*Information*
☆ ☆ ☆ ☆ ☆ ☆ ☆
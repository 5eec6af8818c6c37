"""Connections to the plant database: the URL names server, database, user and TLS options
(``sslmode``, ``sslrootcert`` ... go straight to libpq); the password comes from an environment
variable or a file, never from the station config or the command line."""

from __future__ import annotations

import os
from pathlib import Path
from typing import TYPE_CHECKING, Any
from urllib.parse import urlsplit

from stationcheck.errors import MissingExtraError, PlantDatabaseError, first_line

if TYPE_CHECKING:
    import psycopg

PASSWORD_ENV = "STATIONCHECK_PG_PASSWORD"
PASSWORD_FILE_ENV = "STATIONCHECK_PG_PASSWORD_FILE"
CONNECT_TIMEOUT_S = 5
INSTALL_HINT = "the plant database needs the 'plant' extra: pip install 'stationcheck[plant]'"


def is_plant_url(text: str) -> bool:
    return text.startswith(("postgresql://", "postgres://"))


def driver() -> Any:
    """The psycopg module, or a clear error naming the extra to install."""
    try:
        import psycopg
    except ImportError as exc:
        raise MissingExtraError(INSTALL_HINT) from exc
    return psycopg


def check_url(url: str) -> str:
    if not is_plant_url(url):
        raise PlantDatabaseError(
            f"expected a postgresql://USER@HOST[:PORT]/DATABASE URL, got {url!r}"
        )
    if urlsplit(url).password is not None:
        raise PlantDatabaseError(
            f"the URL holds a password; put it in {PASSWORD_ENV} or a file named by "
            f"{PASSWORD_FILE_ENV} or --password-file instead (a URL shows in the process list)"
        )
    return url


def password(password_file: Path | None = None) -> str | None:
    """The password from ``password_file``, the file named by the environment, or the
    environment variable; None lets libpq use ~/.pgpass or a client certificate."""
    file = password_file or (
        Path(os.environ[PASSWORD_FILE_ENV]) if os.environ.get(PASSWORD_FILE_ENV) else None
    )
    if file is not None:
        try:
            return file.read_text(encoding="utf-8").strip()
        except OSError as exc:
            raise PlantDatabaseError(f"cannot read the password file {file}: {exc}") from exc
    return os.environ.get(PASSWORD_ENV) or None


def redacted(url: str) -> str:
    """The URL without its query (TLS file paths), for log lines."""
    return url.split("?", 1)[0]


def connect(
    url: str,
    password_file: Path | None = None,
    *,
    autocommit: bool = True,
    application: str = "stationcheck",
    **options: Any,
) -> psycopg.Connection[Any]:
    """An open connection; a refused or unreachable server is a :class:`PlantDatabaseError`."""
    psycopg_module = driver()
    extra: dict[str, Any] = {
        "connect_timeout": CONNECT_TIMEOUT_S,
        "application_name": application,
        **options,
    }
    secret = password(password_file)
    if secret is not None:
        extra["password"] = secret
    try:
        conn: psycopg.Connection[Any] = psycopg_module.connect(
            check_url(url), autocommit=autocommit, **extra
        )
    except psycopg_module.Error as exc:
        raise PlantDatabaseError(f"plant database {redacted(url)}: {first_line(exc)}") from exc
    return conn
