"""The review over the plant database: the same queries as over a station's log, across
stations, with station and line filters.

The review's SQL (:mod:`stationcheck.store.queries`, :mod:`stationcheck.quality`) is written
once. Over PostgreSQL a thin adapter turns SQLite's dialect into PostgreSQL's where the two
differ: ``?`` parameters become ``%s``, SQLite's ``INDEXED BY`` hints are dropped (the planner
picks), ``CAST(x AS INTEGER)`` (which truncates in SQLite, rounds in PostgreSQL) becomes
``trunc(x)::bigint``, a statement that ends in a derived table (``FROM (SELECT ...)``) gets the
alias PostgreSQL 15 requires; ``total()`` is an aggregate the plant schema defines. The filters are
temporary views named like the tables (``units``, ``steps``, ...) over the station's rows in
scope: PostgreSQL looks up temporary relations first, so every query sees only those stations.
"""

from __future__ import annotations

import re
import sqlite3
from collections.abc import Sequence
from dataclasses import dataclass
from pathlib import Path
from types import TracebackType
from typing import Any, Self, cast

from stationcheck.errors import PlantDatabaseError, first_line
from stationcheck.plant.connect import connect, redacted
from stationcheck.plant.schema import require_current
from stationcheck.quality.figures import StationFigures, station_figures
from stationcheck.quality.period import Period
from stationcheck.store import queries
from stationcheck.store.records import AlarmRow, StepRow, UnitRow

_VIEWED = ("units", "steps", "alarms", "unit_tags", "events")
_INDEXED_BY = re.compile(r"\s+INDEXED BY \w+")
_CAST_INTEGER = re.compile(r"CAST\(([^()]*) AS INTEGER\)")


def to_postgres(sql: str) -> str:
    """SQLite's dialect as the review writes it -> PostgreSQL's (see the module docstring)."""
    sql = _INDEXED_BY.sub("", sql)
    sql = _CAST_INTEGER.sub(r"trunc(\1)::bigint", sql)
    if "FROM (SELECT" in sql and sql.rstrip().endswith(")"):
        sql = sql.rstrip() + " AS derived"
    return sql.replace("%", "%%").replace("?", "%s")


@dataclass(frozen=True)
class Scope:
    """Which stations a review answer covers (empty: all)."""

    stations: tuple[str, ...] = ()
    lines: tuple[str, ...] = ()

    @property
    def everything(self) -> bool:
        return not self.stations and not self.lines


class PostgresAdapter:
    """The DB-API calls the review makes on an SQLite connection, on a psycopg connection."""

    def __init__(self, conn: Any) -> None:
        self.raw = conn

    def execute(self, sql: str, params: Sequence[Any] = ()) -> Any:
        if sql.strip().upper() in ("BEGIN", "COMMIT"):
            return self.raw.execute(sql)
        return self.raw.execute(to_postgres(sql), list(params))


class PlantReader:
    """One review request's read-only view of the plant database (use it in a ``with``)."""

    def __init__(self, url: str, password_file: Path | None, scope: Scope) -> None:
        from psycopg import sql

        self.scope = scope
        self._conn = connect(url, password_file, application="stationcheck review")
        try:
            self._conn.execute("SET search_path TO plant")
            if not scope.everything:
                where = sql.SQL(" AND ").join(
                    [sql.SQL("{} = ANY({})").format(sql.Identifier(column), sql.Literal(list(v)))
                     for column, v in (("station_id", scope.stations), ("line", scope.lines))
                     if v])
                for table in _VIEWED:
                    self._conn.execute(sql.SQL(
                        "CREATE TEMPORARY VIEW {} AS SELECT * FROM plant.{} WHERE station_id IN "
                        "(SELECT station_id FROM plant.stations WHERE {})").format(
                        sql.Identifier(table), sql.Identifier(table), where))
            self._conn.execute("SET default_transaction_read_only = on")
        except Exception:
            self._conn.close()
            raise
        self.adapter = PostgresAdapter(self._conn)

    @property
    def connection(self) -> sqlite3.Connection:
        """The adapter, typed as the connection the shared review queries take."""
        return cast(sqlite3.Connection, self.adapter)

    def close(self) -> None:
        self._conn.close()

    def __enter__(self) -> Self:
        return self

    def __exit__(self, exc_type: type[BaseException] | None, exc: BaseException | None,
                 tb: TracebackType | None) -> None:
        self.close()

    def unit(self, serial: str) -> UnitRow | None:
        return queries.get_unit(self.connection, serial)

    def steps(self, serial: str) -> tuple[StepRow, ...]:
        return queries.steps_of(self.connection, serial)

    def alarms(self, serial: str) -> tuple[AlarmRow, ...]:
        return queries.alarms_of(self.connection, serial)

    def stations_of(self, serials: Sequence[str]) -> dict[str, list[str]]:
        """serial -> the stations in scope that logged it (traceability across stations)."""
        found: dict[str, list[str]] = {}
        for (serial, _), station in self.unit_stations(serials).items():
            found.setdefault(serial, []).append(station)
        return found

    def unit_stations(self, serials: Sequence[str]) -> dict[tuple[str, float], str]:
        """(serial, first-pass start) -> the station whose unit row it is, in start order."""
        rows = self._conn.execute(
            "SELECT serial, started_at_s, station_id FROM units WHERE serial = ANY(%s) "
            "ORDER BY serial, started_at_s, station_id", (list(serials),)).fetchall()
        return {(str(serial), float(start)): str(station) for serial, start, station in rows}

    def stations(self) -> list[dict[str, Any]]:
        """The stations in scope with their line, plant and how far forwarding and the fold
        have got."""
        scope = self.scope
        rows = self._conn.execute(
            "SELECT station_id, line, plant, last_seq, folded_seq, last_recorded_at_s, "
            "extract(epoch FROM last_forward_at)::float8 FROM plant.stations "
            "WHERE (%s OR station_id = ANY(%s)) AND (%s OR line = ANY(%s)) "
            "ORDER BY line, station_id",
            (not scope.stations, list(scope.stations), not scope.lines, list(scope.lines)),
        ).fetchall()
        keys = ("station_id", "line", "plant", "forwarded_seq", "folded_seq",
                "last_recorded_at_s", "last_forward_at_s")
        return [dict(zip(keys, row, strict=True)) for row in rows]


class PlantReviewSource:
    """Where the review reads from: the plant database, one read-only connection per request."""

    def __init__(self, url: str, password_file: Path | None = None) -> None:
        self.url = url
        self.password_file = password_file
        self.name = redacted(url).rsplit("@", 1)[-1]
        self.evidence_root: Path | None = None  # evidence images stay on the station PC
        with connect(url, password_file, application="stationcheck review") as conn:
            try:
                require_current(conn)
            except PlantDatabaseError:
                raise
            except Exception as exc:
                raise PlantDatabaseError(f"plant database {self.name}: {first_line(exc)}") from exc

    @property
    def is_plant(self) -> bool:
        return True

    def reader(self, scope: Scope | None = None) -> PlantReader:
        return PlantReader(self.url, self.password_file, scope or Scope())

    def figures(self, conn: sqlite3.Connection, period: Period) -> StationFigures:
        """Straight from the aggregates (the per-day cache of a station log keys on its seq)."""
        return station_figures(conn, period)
☆ ☆ ☆ ☆ ☆ ☆ ☆
*Work instructions*
Repeat the entries above exactly, beginning at their first line and ending with the line that contains "from an environment", with nothing added.

*Reply*
repository 5eec6af8818c6c37
"""Connections to the plant database: the URL names server, database, user and TLS options
(``sslmode``, ``sslrootcert`` ... go straight to libpq); the password comes from an environment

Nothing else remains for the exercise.